Zudem gab es ein paar Filme, die ich kopfschüttelnd und selbstmitleidig besucht habe und die im Endeffekt kleine Augenöffner waren. „On the Edge" kommt mir da direkt in den Sinn. Zweiter Tag, zweiter Film. Freitag um 15 Uhr, das Kino fast leer und auf der Leinwand passiert eine Art „Fast and Furious“ aus Dänemark. Aber richtig gut! Kein Raserfilm, ein emotional packendes Charakterdrama mit Autos und toller Musik. Auf jeden Fall ein Tipp!
Und dann kam da „Man on High Heels“, auf den ich ungefähr 0% Bock hatte, der mich aber mehr als zwei Stunden super unterhielt und einen emotional richtig mitnahm. 
Auch „Coherence“ überraschte mich, wenn auch auf anderem Level. So viel eigenes Tüfteln, Rätselraten und freudiges Miterleben hatte ich bei kaum einen Film. Tolle Idee und viel Spaß bei der Umsetzung!

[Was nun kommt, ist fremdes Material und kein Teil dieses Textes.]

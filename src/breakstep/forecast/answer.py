"""The answer to a forecast's question: lockstep and tasked over numbers of workers, and how far to trust it.

Next to every figure stands what the same method says of the machine of recording, where it can be compared with
what was measured. Three figures are given for leaving barriers out: with the order that workers find while playing,
which may by bad luck be longer than with barriers (Graham's anomalies); with the order of lockstep kept, which
cannot; and bounds, below which no order of the tasked run goes, its tiles, messages and crowding being what they are on
so many workers. So these may rise with the workers. What no order and no placement goes below, in either mode, is
``least_s``.
"""

from __future__ import annotations

from collections.abc import Sequence
from dataclasses import dataclass, replace
from typing import Any

import numpy as np

from breakstep.forecast.basis import Basis
from breakstep.forecast.lift import Lifted
from breakstep.forecast.machines import RECORDED, Machine
from breakstep.forecast.program import Floats
from breakstep.forecast.question import Question
from breakstep.forecast.scene import Scene, by_stage
from breakstep.forecast.setting import recorded_machine
from breakstep.forecast.weak import weak_row

DRAWS = 16  # of a makespan's spread: its standard deviation is then known to about a fifth
MOST_TASKS = 4_000_000  # played for one interval; beyond, fewer draws are made, but at least FEWEST
FEWEST = 4
SPREAD = 1.96  # standard deviations to either side of which 95 % lie, were they normal
MODES = ("lockstep", "tasked")
WEAK = (
    "The mesh grows with the workers: recorded costs side by side, mirrored, each task's drawn anew; fewer tiles"
    " than were recorded are a corner of them; bounds are those of mean costs, and memory and bytes are not followed."
)
ONE_RUN = (
    "No mode was recorded twice: intervals hold what differs from task to task, not what differs from run to run, which"
    " is usually more. Give several runs."
)
MOST_WORKERS = 65536  # of a growing mesh, where the user names no numbers


@dataclass(frozen=True)
class Span:
    """A makespan and the interval in which repeats would lie, were machine and method as described [s]."""

    seconds: float
    low: float
    high: float


def kinds_of(scene: Scene, mode: str) -> int:
    """Edge kinds in force in a mode."""
    return scene.unfolded.lockstep if mode == "lockstep" else scene.unfolded.tasked


def span_of(scene: Scene, basis: Basis, kinds: int, draws: int = DRAWS) -> Span:
    """Play once as expected, and several times with costs drawn from what repeats showed."""
    expected = scene.expected_ns(kinds) * 1e-9
    spread = np.std(drawn(scene, basis, kinds, draws), ddof=1)
    half = SPREAD * float(spread)
    return Span(expected, max(expected - half, 0.0), expected + half)


def drawn(scene: Scene, basis: Basis, kinds: int, draws: int = DRAWS) -> Floats:
    """Makespans with drawn costs [s]; the same draws whatever the barriers, so that differences can be taken."""
    draws = max(FEWEST, min(draws, MOST_TASKS // max(scene.program.tasks, 1)))
    random = np.random.default_rng(1)
    noise = basis.noise
    found = []
    for _ in range(draws):
        level = 1.0 + (random.choice(noise.runs) - 1.0) * _widening(len(noise.runs))
        factor = level * by_stage(scene.program, noise.tasks, random)
        found.append(scene.play(kinds, factor).makespan_ns * 1e-9)
    return np.array(found)


def _widening(runs: int) -> float:
    """A few runs spread less about their own mean than about the true one."""
    return float(np.sqrt(runs / (runs - 1.0))) if runs > 1 else 1.0


def recorded_errors(basis: Basis, runs: Sequence[Lifted] | None = None) -> dict[str, dict[str, Any]]:
    """What was measured, and what the method says of it, by mode.

    Parameters
    ----------
    runs : sequence of Lifted, optional
        Runs to compare with; those of the basis if not given, with as many workers and threads as the first.
    """
    chosen = basis.runs if runs is None else runs
    first = chosen[0]
    here = [run for run in chosen if (run.workers, run.threads) == (first.workers, first.threads)]
    machine = recorded_machine(first)
    scene = Scene.of(basis, machine, _as_recorded(basis, first), first.workers)
    found: dict[str, dict[str, Any]] = {}
    for mode in MODES:
        spans = [run.span_ns * 1e-9 for run in here if run.mode == mode]
        if spans:
            forecast = scene.expected_ns(kinds_of(scene, mode)) * 1e-9
            measured = float(np.median(spans))
            found[mode] = {
                "measured_s": measured,
                "forecast_s": forecast,
                "error": forecast / measured - 1.0,
                "runs": len(spans),
                "spread": (max(spans) - min(spans)) / measured,
                "workers": first.workers,
                "threads": first.threads,
            }
    return found


def _as_recorded(basis: Basis, run: Lifted) -> Question:
    """Placement of the run that is compared with, where it is not the first of the basis, and its stretched waits."""
    named = str(run.profile.manifest["notes"].get("placement", "blocks"))
    same = run.workers == basis.first.workers
    return Question(
        threads=run.threads,
        placement="" if same or named in ("shared", "dask") else named,
        factors=dict.fromkeys(run.timed, run.dilate),
    )


def worst_error(recorded: dict[str, dict[str, Any]]) -> float | None:
    """The largest error on the machine of recording, as a fraction."""
    return max((abs(facts["error"]) for facts in recorded.values()), default=None)


def row_of(basis: Basis, machine: Machine, question: Question, workers: int, draws: int = DRAWS) -> dict[str, Any]:
    """Both modes for one number of workers. Workers beyond the tiles have nothing to do."""
    if question.weak:
        return weak_row(basis, machine, question, workers)
    alone = Scene.of(basis, machine, question, 1)
    tiles = alone.program.tile_count
    scene = Scene.of(basis, machine, question, min(workers, tiles))
    lockstep, tasked = scene.unfolded.lockstep, scene.unfolded.tasked
    spans = {mode: span_of(scene, basis, kinds_of(scene, mode), draws) for mode in MODES}
    bounds, slots = scene.bounds(tasked), workers * scene.setting.model.threads
    replay = scene.play(tasked)
    row: dict[str, Any] = {
        "workers": workers,
        "threads": scene.setting.model.threads,
        "busy_workers": min(workers, tiles),
    }
    for mode, span in spans.items():
        row |= {f"{mode}_s": span.seconds, f"{mode}_low_s": span.low, f"{mode}_high_s": span.high}
        row[f"{mode}_efficiency"] = scene.work_ns(kinds_of(scene, mode)) * 1e-9 / (slots * span.seconds)
    row |= {
        "tasked_fixed_s": scene.kept_ns(lockstep, tasked) * 1e-9,
        "area_bound_s": bounds["area"] * 1e-9,
        "path_bound_s": bounds["path"] * 1e-9,
        "worker_bound_s": bounds["worker"] * 1e-9,
        "least_s": min(alone.least_ns(kinds_of(alone, mode), slots) for mode in MODES) * 1e-9,
        "memory_bytes": scene.memory(replay),
        "moved_bytes": int(replay.received_bytes.sum()),
        "cores": machine.slots,
        "fits_memory": not scene.setting.model.memory_bytes or scene.memory(replay) <= scene.setting.model.memory_bytes,
    }
    return row


def _is_repeated(basis: Basis) -> bool:
    modes = [run.mode for run in basis.runs]
    return len(modes) > len(set(modes))


def default_workers(basis: Basis, machine: Machine, question: Question) -> list[int]:
    """Doubling from 1 to what machine and tiles allow, the recorded number among them."""
    threads = question.threads or machine.threads
    tiles = len(Scene.of(basis, machine, question, 1).program.tiles.origin)
    most = max(1, min(machine.slots // threads, MOST_WORKERS if question.weak else tiles))
    found = {min(2**power, most) for power in range(most.bit_length() + 1)}
    return sorted(found | ({basis.first.workers} if machine.name == RECORDED else set()))


def answer(basis: Basis, machine: Machine, question: Question, workers: Sequence[int]) -> dict[str, Any]:
    """All figures of a forecast.

    Parameters
    ----------
    workers : sequence of int
        Numbers of workers; chosen by machine and tiles if empty.
    """
    if question.workers is not None and not workers:
        workers = [question.workers]
    chosen = list(workers) or default_workers(basis, machine, question)
    recorded = recorded_errors(basis)
    return {
        "machine": {"name": machine.name, "title": machine.title, "common_practice": list(machine.common_practice)},
        "recorded": recorded,
        "rows": [row_of(basis, machine, replace(question, workers=None), count) for count in chosen],
        "tiles": basis.program.tile_count,
        "messages_seen": basis.dispatch.seen,
        "runs": len(basis.runs),
        "notes": [WEAK] * bool(question.weak) + [ONE_RUN] * (not _is_repeated(basis)),
    }
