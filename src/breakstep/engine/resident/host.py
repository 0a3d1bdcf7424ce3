"""One worker of a resident run: threads that work, the post to other workers, and the state machine between them.

The state machine is pure and guarded by one lock. Threads take tasks from it and report back; the worker's event
loop feeds in what arrives. Knows nothing of how the run was started, nor of who keeps it alive.
"""

from __future__ import annotations

import asyncio
import threading
import time
from collections import deque
from collections.abc import Callable, Mapping, Sequence
from dataclasses import dataclass
from pathlib import Path
from typing import Any

from distributed import Worker

from breakstep.engine.execute import Output, execute
from breakstep.engine.program import Program
from breakstep.engine.resident import adapter
from breakstep.engine.resident.core import (
    Core,
    CoreOptions,
    Finish,
    Instruction,
    Save,
    SendItem,
    SendRims,
    TaskState,
)
from breakstep.engine.resident.inputs import cut_rims, inputs_of, site_of, worked_out
from breakstep.engine.resident.notes import Notebook
from breakstep.engine.resident.plan import WorkerPlan
from breakstep.engine.resident.post import Letter, Post
from breakstep.engine.resident.wire import Item, Parcel, copied
from breakstep.engine.run import RunOptions, unroller_for
from breakstep.errors import ClusterError, KernelError
from breakstep.graph.unroll import Phase
from breakstep.steps.step import Array

LEASE_SECONDS = 120.0  # a worker that hears nothing from its driver for so long gives up
WAIT_SECONDS = 1.0  # how often an idle thread looks up, should nobody wake it
DRAIN_SECONDS = 0.0005  # between looks at the post when all tasks are done
ANSWERS = ("taken", "known", "stopped")  # of a worker that has the run; a worker that never heard of it says nothing
LONG_FINISH_NS = 1_000_000  # a result that takes longer to work out is never worked out in the event loop again
PUSH_BACK_SECONDS = 0.02  # most by which an answer is held back while memory is short
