"""What a replay found: when each task ran, where, and where the machine's time went."""

from __future__ import annotations

from dataclasses import dataclass

import numpy as np

from breakstep.errors import ForecastError
from breakstep.forecast.graph import Int32s, Int64s, ReplayGraph
from breakstep.forecast.model import MachineModel


@dataclass(frozen=True)
class Replay:
    """One played graph.

    Parameters
    ----------
    makespan_ns : int
        End of the last step task, counted from 0 [ns].
    start_ns, finish_ns : ndarray of int64, shape (tasks,)
        Moment the thread takes a task up (its overhead begins), and moment it is done [ns]. Of a control node:
        when its last input was there, and when it released. With free placement a thread fetches
        a task's inputs before ``start_ns``.
    slot : ndarray of int32, shape (tasks,)
        Thread that ran it, ``worker * threads + thread``; -1 for control nodes.
    order : ndarray of int32, shape (tasks,)
        Tasks in the order in which they finished, ties settled: a topological order of data, threads and messages.
    busy_ns, overhead_ns, idle_ns : ndarray of int64, shape (workers,)
        They sum to threads x makespan for each worker [ns].
    received_bytes : ndarray of int64, shape (workers,)
        What came from other workers [bytes].
    messages : int
        How many edges crossed from worker to worker.
    """

    makespan_ns: int
    start_ns: Int64s
    finish_ns: Int64s
    slot: Int32s
    order: Int32s
    busy_ns: Int64s
    overhead_ns: Int64s
    idle_ns: Int64s
    received_bytes: Int64s
    messages: int


@dataclass(frozen=True)
class Counts:
    """What the engines count while they play, per worker; arrays of int64 that they add to."""

    busy_ns: Int64s
    started: Int64s
    received_bytes: Int64s
    messages: Int64s

    @classmethod
    def none(cls, workers: int) -> Counts:
        """All zero."""
        return cls(*(np.zeros(workers, dtype=np.int64) for _ in range(4)))


def replay_of(
    graph: ReplayGraph,
    machine: MachineModel,
    times: tuple[Int64s, Int64s],
    slot: Int32s,
    order: Int32s,
    counts: Counts,
) -> Replay:
    """Add up where the time went.

    Idle time is what is left of the threads' time: the engines run one task at a time on a thread.

    Raises
    ------
    ForecastError
        Some tasks could not run, because they wait for each other.
    """
    start, finish = times
    if len(order) < graph.tasks:
        raise ForecastError(
            f"{graph.tasks - len(order)} of {graph.tasks} tasks wait for each other, so the schedule cannot be played."
        )
    makespan = int(finish[graph.on_worker].max(initial=0))
    overhead = counts.started * machine.overhead_ns
    idle = machine.threads * makespan - counts.busy_ns - overhead
    received, messages = counts.received_bytes, int(counts.messages.sum())
    return Replay(makespan, start, finish, slot, order, counts.busy_ns, overhead, idle, received, messages)
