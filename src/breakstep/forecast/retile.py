"""Other tiles: the same program on a mesh that is cut differently.

Costs are put together anew from those of the recorded tiles. Whole tiles that become one are summed, which is exact
but for ghost zones that are no more. A tile that is cut gives each piece its share of zones: that spreads a
hot spot evenly over the tile, so that finer tiles come out better balanced than hot spots smaller than a tile
will let them be. What is neither kernel nor per task goes partly with the tile's border and partly with its
zones; the shares at :data:`RIM_WITH_ZONES` were measured.
"""

from __future__ import annotations

import itertools
from collections.abc import Sequence
from dataclasses import replace

import numpy as np

from breakstep.errors import ForecastError
from breakstep.forecast.program import CostTables, Floats, Pattern, Program, Tiles

Offset = tuple[int, int, int]

#: Measured on ember_field with tiles of 48 x 48 and of 96 x 96 zones, two workers: putting ghost zones together took
#: 2.9 times as long a task (the border twice, the zones four times as many), checks and bookkeeping inside a task 2.1
#: times, and the gap before a task 2.0 times.
RIM_WITH_ZONES, REST_WITH_ZONES = 0.43, 0.35


def retiled(program: Program, shape: Sequence[int]) -> Program:
    """A program on tiles of another shape; the last tile of an axis may be shorter.

    Raises
    ------
    ForecastError
        The shape does not fit the mesh, or the profile does not show what tiles exchange along an axis.
    """
    old = program.tiles
    extents = _extents(old, shape)
    new = _cut(old, extents)
    for axis, (before, after) in enumerate(zip(old.grid, new.grid, strict=True)):
        if before == 1 and after > 1:
            raise ForecastError(
                f"tile: the profile has one tile along {'xyz'[axis]} and does not show what neighbours there"
                " exchange; record it with two or more, or leave that axis whole"
            )
    patterns = tuple(_pattern(old, new, pattern) for pattern in program.patterns)
    return replace(program, tiles=new, patterns=patterns, costs=_costs(program.costs, old, new))


def _extents(tiles: Tiles, shape: Sequence[int]) -> Offset:
    mesh = mesh_shape(tiles)
    active = [axis for axis in range(3) if mesh[axis] > 1]
    if len(shape) < len(active):
        raise ForecastError(f"tile: expected {len(active)} numbers of zones for this mesh, came {len(shape)}")
    extents = (*shape, 1, 1)[:3]
    for axis in range(3):
        if not 1 <= extents[axis] <= mesh[axis]:
            raise ForecastError(f"tile: {extents[axis]} zones do not fit {mesh[axis]} along {'xyz'[axis]}")
    return extents[0], extents[1], extents[2]


def mesh_shape(tiles: Tiles) -> Offset:
    """Zones of the whole mesh."""
    nx, ny, nz = (tiles.origin + tiles.shape).max(axis=0).tolist()
    return nx, ny, nz


def _cut(tiles: Tiles, extents: Offset) -> Tiles:
    mesh = mesh_shape(tiles)
    starts = itertools.product(*(range(0, mesh[axis], extents[axis]) for axis in range(3)))
    origin = np.array(list(starts), dtype=np.int64)
    shape = np.minimum(np.array(extents), np.array(mesh) - origin)
    return replace(tiles, origin=origin, shape=shape.astype(np.int64))


def offsets_of(tiles: Tiles, pattern: Pattern) -> set[Offset]:
    """From a reading tile to those it reads, in places of the grid; across an edge that wraps, the short way."""
    apart = tiles.places[pattern.producer] - tiles.places[pattern.consumer]
    apart = np.where(np.abs(apart) > 1, -np.sign(apart), apart)
    found = {(int(x), int(y), int(z)) for x, y, z in np.unique(apart, axis=0)}
    for axis in range(3):
        if tiles.grid[axis] == 2 and tiles.periodic[axis]:  # both neighbours are the same tile
            found |= {tuple(-o if i == axis else o for i, o in enumerate(offset)) for offset in found}  # type: ignore[misc]
    return found


def _pattern(old: Tiles, new: Tiles, pattern: Pattern) -> Pattern:
    places, grid = new.places, np.array(new.grid)
    periodic = np.array(new.periodic)
    number = np.ravel_multi_index(tuple(places.T), new.grid)
    at = np.empty(len(number), dtype=np.int64)
    at[number] = np.arange(len(number))
    pairs = []
    for offset in offsets_of(old, pattern):
        there = places + np.array(offset)
        inside = ((there >= 0) & (there < grid) | periodic).all(axis=1)
        there %= grid
        mine = np.flatnonzero(inside)
        pairs.append(np.stack([mine, at[np.ravel_multi_index(tuple(there[mine].T), new.grid)]]))
    consumer, producer = np.unique(np.concatenate(pairs, axis=1), axis=1)
    return Pattern(producer, consumer)


def shares(old: Tiles, new: Tiles) -> Floats:
    """Share of each old tile's zones that lies in each new tile, shape (old, new)."""
    zones = np.ones((len(old.origin), len(new.origin)))
    for axis in range(3):
        low = np.maximum(old.origin[:, None, axis], new.origin[None, :, axis])
        high = np.minimum((old.origin + old.shape)[:, None, axis], (new.origin + new.shape)[None, :, axis])
        zones *= np.maximum(high - low, 0)
    return zones / old.zones[:, None]


def overhead_factor(old: Tiles, new: Tiles) -> float:
    """How many times as long the gap before a task is on other tiles: what it frees grows with the tile."""
    return 1.0 - REST_WITH_ZONES + REST_WITH_ZONES * float(new.zones.mean() / old.zones.mean())


def _border(tiles: Tiles, mesh: Offset) -> Floats:
    """Zones of each tile's border, along axes that the mesh has."""
    zones = tiles.zones.astype(np.float64)
    return np.asarray(sum(2.0 * zones / tiles.shape[:, axis] for axis in range(3) if mesh[axis] > 1))


def _costs(costs: CostTables, old: Tiles, new: Tiles) -> CostTables:
    share = shares(old, new)
    mesh = mesh_shape(old)
    mean = share * old.zones[:, None] / new.zones[None, :]  # of the old tiles that a new one touches
    border = _border(old, mesh)
    a_face = (1.0 - RIM_WITH_ZONES) * costs.surface / np.where(border > 0, border, 1.0)
    rim = (a_face @ mean) * _border(new, mesh) + RIM_WITH_ZONES * (costs.surface @ share)
    rest = (1.0 - REST_WITH_ZONES) * (costs.rest @ mean) + REST_WITH_ZONES * (costs.rest @ share)
    return CostTables(
        kernel={step: values @ share for step, values in costs.kernel.items()},
        surface=rim,
        rest=rest,
        output=costs.output @ share,
    )


def tile_shapes(tiles: Tiles, most: int = 9) -> list[Offset]:
    """Shapes to try: the recorded one halved and doubled along all axes that have several zones, the coarsest first."""
    mesh, recorded = mesh_shape(tiles), tuple(int(n) for n in tiles.shape.max(axis=0))
    found: dict[Offset, None] = {}
    for power in range(-most, most + 1):
        shape = [
            min(max(round(recorded[axis] * 2.0**-power), 1), mesh[axis]) if tiles.grid[axis] > 1 else recorded[axis]
            for axis in range(3)
        ]
        if all(s >= SMALLEST or s == m for s, m in zip(shape, mesh, strict=True)):
            found[shape[0], shape[1], shape[2]] = None
    return sorted(found, reverse=True)


SMALLEST = 8  # zones along an axis: a tile of fewer is mostly ghost zones
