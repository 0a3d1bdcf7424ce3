"""Figures for the report page: scaling, what barriers are worth, the grain, advice.

Plain dictionaries; nothing here draws.
"""

from __future__ import annotations

from collections.abc import Sequence
from typing import Any

from breakstep.errors import ProfileError
from breakstep.forecast.advice import Adviser, command_of
from breakstep.forecast.answer import answer, recorded_errors
from breakstep.forecast.basis import Basis, basis_of
from breakstep.forecast.grain import grain_rows, recorded_tile
from breakstep.forecast.machines import Machine
from breakstep.forecast.question import Question
from breakstep.forecast.ranking import Ranking, rank_kinds
from breakstep.forecast.setting import recorded_machine
from breakstep.profile.run import Profile

PAGE_WORKERS = 6  # numbers of workers that the page's scaling shows at most


def ranking_figures(ranking: Ranking) -> dict[str, Any]:
    """The ranking and the tie."""
    return {"ranking": ranking.rows(), "tie": ranking.tie()}


def advice_figures(
    basis: Basis, machine: Machine, question: Question, workers: int, ranking: Ranking, common: Sequence[str] = ()
) -> list[dict[str, Any]]:
    """Advice as plain figures, each with its command.

    Parameters
    ----------
    common : sequence of str
        Overrides by which the recorded run differed from its scenario; every command repeats them.
    """
    adviser = Adviser(basis, machine, question, workers, tuple(common))
    threads = question.threads or machine.threads
    return [one.facts(command_of(one, basis, workers, threads)) for one in adviser.advice(ranking)]


def scenario_name(basis: Basis) -> str:
    """What the recorded scenario is called."""
    return str(basis.first.profile.manifest["scenario"].get("name", "SCENARIO"))


def page_forecast(lockstep: Profile | None, tasked: Profile | None) -> dict[str, Any]:
    """All that the report page shows of a forecast on the machine of recording.

    Empty where nothing can be forecast from the runs: none is given, one did not complete, or they are of two
    programs. A page shows such runs all the same.
    """
    given = [profile for profile in (lockstep, tasked) if profile is not None]
    if not given:
        return {}
    try:
        basis = basis_of(given)
    except ProfileError:
        return {}
    machine, question, workers = recorded_machine(basis.first), Question(), basis.first.workers
    more = _more_nodes(machine, _page_workers(basis))
    scaling = answer(basis, more, question, _page_workers(basis))
    ranking = rank_kinds(basis, machine, question, workers)
    return {
        "scaling": {"machine": more.title, "rows": scaling["rows"], "recorded": recorded_errors(basis)},
        "barriers": ranking_figures(ranking),
        "grain": {
            "recorded_tile": list(recorded_tile(basis)),
            "rows": grain_rows(basis, machine, question, workers),
        },
        "advice": advice_figures(basis, machine, question, workers, ranking),
    }


def _more_nodes(machine: Machine, workers: Sequence[int]) -> Machine:
    """As many nodes like the machine of recording as that many workers need; messages take as long as recorded."""
    nodes = -(-max(workers) * machine.threads // machine.cores)
    if nodes <= 1:
        return machine
    return machine.model_copy(update={"nodes": nodes, "title": f"{machine.title}; beyond them, more nodes like it"})


def _page_workers(basis: Basis) -> list[int]:
    """Doubling from one worker towards one tile a worker."""
    tiles = basis.program.tile_count
    doubling = [2**power for power in range(tiles.bit_length()) if 2**power <= tiles]
    return sorted({*doubling[:PAGE_WORKERS], basis.first.workers})
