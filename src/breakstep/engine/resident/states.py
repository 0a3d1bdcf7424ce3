"""What a worker notes of its phases and tasks, and the instructions it gives; no more behaviour than legal moves.

Everything here belongs to one state machine, and changes within its events only.
"""

from __future__ import annotations

from collections.abc import Callable, Mapping, Sequence
from dataclasses import dataclass
from typing import Any, TypeAlias

from breakstep.engine.resident.plan import Cut, Reach
from breakstep.graph.unroll import Making, Phase
from breakstep.steps.step import Array

WAITING, READY, RUNNING, DONE = "waiting", "ready", "running", "done"
MOVES = {WAITING: READY, READY: RUNNING, RUNNING: DONE}


@dataclass(frozen=True)
class SendRims:
    """Cut rims from a tile's arrays and send them: item ("rims", phase, tile, source) with the arrays."""

    worker: int
    phase: int
    tile: int
    source: int
    cuts: tuple[Cut, ...]
    arrays: Mapping[str, Array]


@dataclass(frozen=True)
class SendItem:
    """Send a small item: its key and, where it carries one, a vector."""

    worker: int
    key: tuple[Any, ...]
    vector: Array | None = None


@dataclass(frozen=True)
class Save:
    """Write the state of own tiles at the end of a cycle, then report that it has been saved."""

    cycle: int
    tiles: Mapping[int, Mapping[str, Array]]
    values: Mapping[str, Array]


@dataclass(frozen=True)
class Finish:
    """Work out a result from what all tiles gave, by functions of the user's, then report that it has been made.

    Attributes
    ----------
    phase : Phase
        Which made it.
    place : tuple of int
        The root: instance, level, index.
    making : Making
    combined, previous : ndarray or None
        What the tiles gave, and the last row of the result before.
    """

    phase: Phase
    place: tuple[int, int, int]
    making: Making
    combined: Array | None
    previous: Array | None


Instruction: TypeAlias = SendRims | SendItem | Save | Finish
Control: TypeAlias = Callable[[str, Phase, tuple[int, ...]], None]


class Waiter:
    """Something that goes on when nothing it waits for is missing any more."""

    __slots__ = ("missing",)

    def __init__(self, missing: int = 0) -> None:
        self.missing = missing


class TaskState(Waiter):
    """One own task that is not done.

    Attributes
    ----------
    priority : tuple of int
        Cycle, rank (negative), phase number: the smallest goes first.
    """

    __slots__ = ("priority", "state", "tile", "where")

    def __init__(self, where: PhaseState, tile: int, priority: tuple[int, int, int]) -> None:
        self.missing = 0
        self.where = where
        self.tile = tile
        self.state = WAITING
        self.priority = priority

    @property
    def phase(self) -> Phase:
        """The phase it belongs to."""
        phase = self.where.phase
        assert phase is not None
        return phase

    def move(self, to: str) -> None:
        """The only place where a task's state changes."""
        if MOVES.get(self.state) != to:
            raise AssertionError(f"{self}: from {self.state} to {to} is no legal move")
        self.state = to

    def __str__(self) -> str:
        phase = self.phase
        return f"task {phase.number} ({phase.stage.name}, cycle {phase.cycle}, tile {self.tile})"


class PhaseState:
    """One phase on this worker: its tasks, the arrays they made, and who reads them.

    Attributes
    ----------
    live : bool
        Whether it holds the newest version of a field that a phase to come, or the end of the run, may need.
    held : dict of int to mapping of str to ndarray
        By tile, the arrays of tasks that are done.
    reads : list of (PhaseState, Reach)
        What its tasks read; empty when all are done.
    readers : dict of int to int
        By tile, tasks that are not done and checkpoints that are not saved which read its arrays.
    waiting : dict of int to list of Waiter
        By tile, who misses its arrays.
    owed : dict of int to list of (worker, reading phase, cuts)
        By tile, rims to send when its task is done.
    tasks : dict of int to TaskState
        By tile, tasks that are not done.
    ready : list
        Its share of the ready tasks, kept under a limit on live bytes only.
    """

    __slots__ = ("held", "live", "number", "owed", "phase", "readers", "reads", "ready", "tasks", "waiting")

    def __init__(self, number: int, phase: Phase | None) -> None:
        self.number = number
        self.phase = phase
        self.live = True
        self.held: dict[int, Mapping[str, Array]] = {}
        self.reads: list[tuple[PhaseState, Reach]] = []
        self.readers: dict[int, int] = {}
        self.waiting: dict[int, list[Waiter]] = {}
        self.owed: dict[int, list[tuple[int, int, tuple[Cut, ...]]]] = {}
        self.tasks: dict[int, TaskState] = {}
        self.ready: list[tuple[tuple[int, int, int], int, TaskState]] = []

    def read(self, tiles: Sequence[int], waiter: Waiter) -> None:
        """Somebody reads some tiles' arrays, and waits for those that are not there yet."""
        readers, held = self.readers, self.held
        for tile in tiles:
            readers[tile] = readers.get(tile, 0) + 1
            if tile not in held:
                waiter.missing += 1
                self.waiting.setdefault(tile, []).append(waiter)


@dataclass(slots=True)
class Bundle:
    """Rims that came from one tile of another worker for one phase."""

    arrays: Mapping[Any, Array]
    nbytes: int
    readers: int


@dataclass(frozen=True)
class Exits:
    """Where a collaborator of the state machine turns to.

    Attributes
    ----------
    satisfy : callable
        A waiter misses one thing fewer.
    out : list of Instruction
        Instructions of the event under way.
    control : callable
        A node, a counter or a release has done its work: kind, phase, place.
    """

    satisfy: Callable[[Waiter], None]
    out: list[Instruction]
    control: Control
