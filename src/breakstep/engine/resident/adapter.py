"""Every call into parts of Dask that its manual does not promise, in one place.

What is used, on ``distributed`` from 2026.1: ``Worker.handlers`` (a dictionary of message handlers),
``Worker.rpc`` (a pool of connections to other workers, with the cluster's own encryption), and
``Worker.loop.asyncio_loop``. A test exercises each of them, so that a release that changes one is noticed.
"""

from __future__ import annotations

import asyncio
from collections.abc import Awaitable, Callable
from typing import Any

from distributed import Worker
from distributed.protocol import to_serialize

OPERATION = "breakstep_items"

Handler = Callable[..., Awaitable[Any]]


def listen(worker: Worker, handler: Handler) -> None:
    """Have a coroutine called for each of our messages: ``handler(run=, sender=, number=, parcel=)``."""
    worker.handlers[OPERATION] = handler


def is_listening(worker: Worker) -> bool:
    """Whether :func:`listen` has been called on this worker."""
    return OPERATION in worker.handlers


async def send(worker: Worker, address: str, run: str, sender: int, number: int, parcel: Any) -> Any:
    """Send a parcel and wait for the answer; raises OSError when the connection fails."""
    call = getattr(worker.rpc(address), OPERATION)
    return await call(run=run, sender=sender, number=number, parcel=to_serialize(parcel))


def event_loop(worker: Worker) -> asyncio.AbstractEventLoop:
    """The loop on which handlers and senders run."""
    loop: asyncio.AbstractEventLoop = worker.loop.asyncio_loop
    return loop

Und letztlich natürlich „Housebound“. Das Kino hat einfach zu recht getobt. Hinzu kam die beste Publikumsatmosphäre im sonst sehr verhaltenen Frankfurt. 



Fazit

Still alive. Ich hatte einfach eine tolle Zeit. Zeitweise war ich total am Boden, hab mir teils Schmerzmittel reingehaun, weil ich natürlich am zweiten Tag des Festivals krank wurde, die Klos und ich sind jetzt altbekannt und immer dieser etwas verwirrte und abschätzige Blick der Kinoangestellten, wenn sie meine Dauerkarte sahen. Eine Mischung aus „Irgendwie ist das ja cool, aber was für ein einsamer, trauriger Mensch musst du sein um freiwillig 12 Tage im Kino zu hocken.“ So einsam und traurig war es aber gar nicht, obwohl ich mir jetzt erst einmal fünfzig Hundewelpen zugelegt habe um Gesellschaft vorzutäuschen. Ich finde immer noch Popcornreste zwischen meinen Zähnen, der staubige und klebrige Geruch des Kinosaals hat seine Wege in meine Träume gefunden und der Rewe um die Ecke wurde zu meiner zweiten Heimat. Aber insgesamt habe ich so viele coole Filme gesehen, die ich sonst nie hätte anschauen können, hatte so interessante Einblicke in die Arbeit eines Regisseurs (Danke, Herr Stamm) und konnte am Ende mit meinen Kritiken sogar noch andere Menschen aufs Übelste beeinflussen. Kann es eigentlich etwas schöneres geben? Jetzt muss man es nur noch schaffen sich wieder ins Leben zu integrieren.